┏━━

//! Small molecules for unit tests, written as atom and bond lists.

use crate::{Atom, BondOrder, Canonical, Element, Limits, Molecule, MoleculeBuilder, Orderer};

/// Builds a molecule from `symbol charge hydrogens` words ("N+1 2" is written `("N", 1, 2)`) and
/// bonds with orders 1 to 4.
pub(crate) fn molecule(atoms: &[(&str, i8, u8)], bonds: &[(u32, u32, u8)]) -> Molecule {
    let mut builder = MoleculeBuilder::new();
    for &(symbol, charge, hydrogens) in atoms {
        let element = Element::from_symbol(symbol).unwrap();
        builder.add_atom(Atom {
            charge,
            hydrogens,
            ..Atom::new(element)
        });
    }
    for &(a, b, order) in bonds {
        builder
            .add_bond(a, b, BondOrder::from_pairs(order).unwrap())
            .unwrap();
    }
    builder.build().unwrap()
}

/// Its canonical view.
pub(crate) fn canonical(atoms: &[(&str, i8, u8)], bonds: &[(u32, u32, u8)]) -> Canonical {
    Orderer::new(Limits::default())
        .order(&molecule(atoms, bonds))
        .unwrap()
}
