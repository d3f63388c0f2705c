//! From text to records, whatever the format.

use super::{RawRecord, ReadOptions, RecordOutcome, raw::Cut};
use crate::{molfile, sdf, smiles};

/// Parses records of any format; owns the scratch memory. One per thread.
#[derive(Debug)]
pub struct Parser {
    smiles: smiles::Reader,
    molfile: molfile::ReadOptions,
}

impl Parser {
    /// A parser with these options.
    pub fn new(options: &ReadOptions) -> Self {
        Self {
            smiles: smiles::Reader::new(options.smiles),
            molfile: options.molfile,
        }
    }

    /// Parses a record. What cannot be read is told in the outcome.
    pub fn parse(&mut self, raw: RawRecord) -> RecordOutcome {
        let mut outcome = RecordOutcome::default();
        self.parse_into(raw, &mut outcome);
        outcome
    }

    /// As [`Parser::parse`], in place of an outcome that has been worked up, whose storage is reused
    /// where the format allows.
    pub fn parse_into(&mut self, raw: RawRecord, outcome: &mut RecordOutcome) {
        outcome.index = raw.index;
        match raw.cut {
            Cut::Smiles(mut raw) => {
                outcome.name = smiles::title(&raw);
                let storage = outcome.result.as_mut().map(std::mem::take);
                let storage = storage.unwrap_or_default();
                outcome.result = smiles::parse_line(&mut raw, &mut self.smiles, storage);
            }
            Cut::Molfile(mut raw) => {
                outcome.name = sdf::title(&raw);
                outcome.result = sdf::parse(&mut raw, &self.molfile);
            }
            #[cfg(feature = "table")]
            Cut::Row(mut raw) => {
                (outcome.name, outcome.result) = raw.parse(&mut self.smiles, &self.molfile);
            }
        }
    }
}
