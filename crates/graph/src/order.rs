//! The canonical order of a coloured graph with oriented units.
//!
//! Refinement splits the vertices into cells; what is left open falls apart into independent parts
//! ([`parts`]); each part is ordered on its own ([`level`]), by a search tree where it is symmetric as
//! a whole ([`search`]).

mod certificate;
mod coloured;
mod level;
mod partition;
mod parts;
mod permutation;
mod plain;
mod refine;
mod search;
#[cfg(test)]
mod tests;
mod trace;

pub(crate) use coloured::{Coloured, Placed, Unit, ranked_parity};
pub(crate) use permutation::{Generators, Permutation};
pub use plain::{GraphError, GraphOrder, GraphOrderer};

use certificate::{write_certificate, write_units};
use level::Level;

use crate::{Limits, OrderError};

/// Orders graphs; owns all scratch.
#[derive(Debug, Default, Clone)]
pub(crate) struct Labeller {
    level: Level,
}

/// Work done and allowed.
#[derive(Debug)]
struct Work<'a> {
    limits: &'a Limits,
    /// Edges and vertices looked at.
    steps: u64,
}

impl Work<'_> {
    /// Adds steps, taking them from a counter.
    fn spend(&mut self, steps: &mut u64) -> Result<(), OrderError> {
        self.steps += 1 + std::mem::take(steps);
        if self.steps > self.limits.order_steps {
            return Err(OrderError::StepLimit {
                limit: self.limits.order_steps,
            });
        }
        if self.limits.stopped() {
            return Err(OrderError::Stopped);
        }
        Ok(())
    }
}

/// The canonical order of a graph.
#[derive(Debug, Default)]
pub(crate) struct Labelling {
    /// The vertices in canonical order.
    pub(crate) order: Vec<u32>,
    /// Per vertex: its place in that order.
    pub(crate) rank: Vec<u32>,
    /// The graph written in that order; equal exactly for isomorphic graphs.
    pub(crate) certificate: Vec<u64>,
    /// Generators of the automorphism group.
    pub(crate) generators: Generators,
    /// Whether the whole graph was searched: nothing in it falls apart or is settled.
    searched: bool,
}

impl Clone for Labelling {
    fn clone(&self) -> Self {
        let mut copy = Self::default();
        copy.clone_from(self);
        copy
    }

    /// Keeps the memory, which the derived one would not.
    fn clone_from(&mut self, source: &Self) {
        self.order.clone_from(&source.order);
        self.rank.clone_from(&source.rank);
        self.certificate.clone_from(&source.certificate);
        self.generators.clone_from(&source.generators);
        self.searched = source.searched;
    }
}

impl Labeller {
    /// Orders a graph, counting refinements in `steps`.
    ///
    /// # Errors
    /// [`OrderError::StepLimit`] when `steps` passes the limit, [`OrderError::Stopped`], and
    /// [`OrderError::TooManyNeighbours`].
    pub(crate) fn label(
        &mut self,
        graph: &mut Coloured,
        limits: &Limits,
        steps: &mut u64,
        labelling: &mut Labelling,
    ) -> Result<(), OrderError> {
        if graph.exceeds_degree() {
            return Err(OrderError::TooManyNeighbours);
        }
        let mut work = Work {
            limits,
            steps: *steps,
        };
        let outcome = self.order(graph, &mut work, labelling);
        *steps = work.steps;
        outcome
    }

    fn order(
        &mut self,
        graph: &mut Coloured,
        work: &mut Work<'_>,
        labelling: &mut Labelling,
    ) -> Result<(), OrderError> {
        let level = &mut self.level;
        level.refine(graph, work)?;
        if let Some(plain) = graph.plain_under(&level.partition) {
            labelling.clone_from(plain);
            write_units(graph, &labelling.rank, &mut labelling.certificate);
            return Ok(());
        }
        level.complete(graph, work)?;
        std::mem::swap(&mut labelling.order, &mut level.order);
        std::mem::swap(&mut labelling.generators, &mut level.generators);
        labelling.searched = level.searched;
        labelling.certificate.clear();
        write_certificate(
            graph,
            &labelling.order,
            &mut labelling.rank,
            &mut labelling.certificate,
        );
        Ok(())
    }
}
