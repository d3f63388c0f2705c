//! Why there are no records, or no more.

use std::io;

use thiserror::Error;

use crate::{ReadError, ReadErrorKind, table::HeaderError};

/// Why a source cannot be opened, or not be read to its end. Faults of single records are
/// [`ReadError`]s instead.
#[derive(Debug, Error)]
#[non_exhaustive]
pub enum SourceError {
    /// The name has no known extension.
    #[error(
        "{name}: the extension is not known; .smi, .smiles, .mol, .sdf, .sd, .csv and .tsv are, each also with .gz"
    )]
    UnknownFormat {
        /// The name of the source.
        name: String,
    },
    /// The file is a table and this build reads no tables.
    #[error("{name}: this build cannot read tables (it lacks the feature \"table\")")]
    NoTables {
        /// The name of the source.
        name: String,
    },
    /// The header of a table leaves its rows without a meaning.
    #[error("{name}: {error}")]
    Header {
        /// The name of the source.
        name: String,
        /// What is wrong with it.
        #[source]
        error: HeaderError,
    },
    /// The file is compressed and this build reads no compressed files.
    #[error("{name}: this build cannot read .gz files (it lacks the feature \"gzip\")")]
    NoGzip {
        /// The name of the source.
        name: String,
    },
    /// The file cannot be opened.
    #[error("{name}: {error}")]
    Open {
        /// The name of the source.
        name: String,
        /// What the system says.
        #[source]
        error: io::Error,
    },
    /// Reading failed midway; records before this one are good.
    #[error("{name}, line {line}: {message}")]
    Read {
        /// The name of the source.
        name: String,
        /// The line that could not be read, from 1.
        line: u32,
        /// The class of the failure.
        kind: io::ErrorKind,
        /// What the system says.
        message: Box<str>,
    },
}

impl SourceError {
    /// The failure of the source that a record met, if it did.
    pub(super) fn of_record(name: &str, error: &ReadError) -> Option<Self> {
        match error.kind() {
            ReadErrorKind::Io { kind, message } => Some(Self::Read {
                name: name.to_owned(),
                line: error.span().line,
                kind: *kind,
                message: message.clone(),
            }),
            _ => None,
        }
    }

    /// What is wrong with the header of a table.
    #[cfg(feature = "table")]
    pub(super) fn of_header(name: &str, error: HeaderError) -> Self {
        let failure = match &error {
            HeaderError::Unreadable(error) => Self::of_record(name, error),
            _ => None,
        };
        failure.unwrap_or_else(|| Self::Header {
            name: name.to_owned(),
            error,
        })
    }
}
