//! Aromatic input: one valence structure for bonds that a record gives only as delocalised.

use crate::{
    BuildError,
    matching::{Matching, NONE},
};

/// Whether an atom with delocalised bonds takes part in a double bond among them.
#[derive(Debug, Clone, Copy, PartialEq, Eq, Default)]
pub enum PiDemand {
    /// It must: an aromatic carbon, a pyridine nitrogen.
    Needed,
    /// It must not: a pyrrole nitrogen, a furan oxygen, an atom with an exocyclic double bond.
    #[default]
    Excluded,
    /// It may: an unknown atom.
    Optional,
}

/// A delocalised bond: its index and its two atoms.
pub(crate) type Delocalised = (u32, u32, u32);

/// Chooses which delocalised bonds are double: a perfect matching of the atoms that need one
/// (OpenSMILES, aromaticity algorithm; Edmonds 1965). Bonds outside rings are used only where no
/// matching exists without them, so that a bond between two rings stays single.
///
/// Returns for each delocalised bond whether it is double.
pub(crate) fn assign(
    demand: &[PiDemand],
    ring: &[bool],
    delocalised: &[Delocalised],
    matching: &mut Matching,
) -> Result<Vec<bool>, BuildError> {
    let excluded = |atom: u32| demand[atom as usize] == PiDemand::Excluded;
    matching.budget = u64::MAX;
    matching.reset(demand.len());
    for (atom, demand) in (0..).zip(demand) {
        match demand {
            PiDemand::Needed => {}
            PiDemand::Excluded => matching.set_removed(atom, true),
            PiDemand::Optional => matching.set_optional(atom),
        }
    }
    let mut exposed = usize::MAX;
    for in_rings in [true, false] {
        let usable = delocalised.iter().filter(|&&(bond, a, b)| {
            ring[bond as usize] == in_rings && !excluded(a) && !excluded(b)
        });
        for &(_, a, b) in usable {
            matching.add_edge(a, b);
        }
        exposed = matching.maximise();
        if exposed == 0 {
            break;
        }
    }
    if exposed > 0 {
        let atoms = (0..demand.len() as u32)
            .filter(|&atom| {
                demand[atom as usize] == PiDemand::Needed && matching.mate(atom) == NONE
            })
            .collect();
        return Err(BuildError::NoKekuleStructure { atoms });
    }
    Ok(delocalised
        .iter()
        .map(|&(_, a, b)| matching.mate(a) == b)
        .collect())
}
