/// Why a record has no canonical order. There is never a weaker key instead.
#[derive(Debug, Clone, Copy, PartialEq, Eq, Error)]
#[non_exhaustive]
pub enum OrderError {
    /// The canonical search reached its step limit.
    #[error("canonical order not found within {limit} steps")]
    StepLimit {
        /// The limit.
        limit: u64,
    },
    /// Too many unmarked stereo elements that symmetry relates to marked ones.
    #[error(
        "more than {limit} unmarked stereo elements in positions related by symmetry to marked ones"
    )]
    TooManyOpenElements {
        /// The limit.
        limit: u32,
    },
    /// The record has more atoms than the limit.
    #[error("more than {limit} atoms")]
    TooManyAtoms {
        /// The limit.
        limit: usize,
    },
    /// Of equivalent centres some are given an arrangement and some are not, in a record with
    /// arrangements about metals; such records are not compared yet.
    #[error(
        "of equivalent centres beside an arrangement about a metal only some are marked; such records are not compared yet"
    )]
    PartlyMarkedCentres,
    /// A stereo group names an arrangement about a metal; or two groups of different kinds share
    /// bridgeheads that determine each other; or a record with stereo groups is compared where either
    /// record has an arrangement about a metal or a cage marked in a way that no cage can have.
    #[error(
        "stereo groups meet an arrangement about a metal, or bridgeheads that cannot be inverted apart; such records are not compared"
    )]
    StereoGroups,
    /// Too many stereo groups, and unmarked elements beside them, in positions that symmetry relates.
    #[error(
        "more than {limit} stereo groups and unmarked elements in positions related by symmetry"
    )]
    TooManyPieces {
        /// The limit.
        limit: u32,
    },
    /// The stereo groups of the record stand for too many sets of stereoisomers to tell apart.
    #[error("the stereo groups stand for too many sets of stereoisomers")]
    TooManySamples,
    /// A vertex has more neighbours than the search can count.
    #[error("an atom has more than 511 neighbours")]
    TooManyNeighbours,
    /// The stop flag was raised.
    #[error("stopped from outside")]
    Stopped,
    /// An atom's charge, isotope or hydrogen count is outside what a certificate holds.
    #[error("charge, isotope or hydrogen count of atom {} (from 1) is out of range", atom + 1)]
    OutOfRange {
        /// The atom, from 0.
        atom: u32,
    },
}

/// Computes canonical views; owns the scratch memory. One per thread.
#[derive(Debug, Default)]
pub struct Orderer {
    pub(crate) limits: Limits,
    labeller: Labeller,
    graph: Coloured,
    mesomer: mesomer::Scratch,
    stereo: stereo::Scratch,
    claims: claims::Scratch,
    form: form::Scratch,
    digester: Digester,
    pub(crate) tautomer: tautomer::Scratch,
}

/// The canonical view of one molecule.
#[derive(Debug, Clone, Default)]
pub struct Canonical {
    pub(crate) skeleton: Skeleton,
    pub(crate) mesomer: Mesomer,
    pub(crate) perception: Perception,
    pub(crate) variables: Vec<Variable>,
    pub(crate) claims: Claims,
    /// Without isotopes and stereo.
    constitution: Labelling,
    /// With isotopes, without stereo; only where the record has isotopes.
    isotopic: Labelling,
    has_isotopes: bool,
    /// With the marks that count; only where the record was asked for them.
    marked: Labelling,
    has_marks: bool,
    constitution_key: Key,
    labelled_constitution_key: Key,
    compound_key: Key,
}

┗━━

Problem description> Reproduce exactly the stretch of the material above that starts at the line with "orders 1 to 4." and ends at the line with "let element = Element::from_symbol(symbol).unwrap();", both included, and nothing else.

Result for this task>
/// bonds with orders 1 to 4.
pub(crate) fn molecule(atoms: &[(&str, i8, u8)], bonds: &[(u32, u32, u8)]) -> Molecule {
    let mut builder = MoleculeBuilder::new();
    for &(symbol, charge, hydrogens) in atoms {
        let element = Element::from_symbol(symbol).unwrap();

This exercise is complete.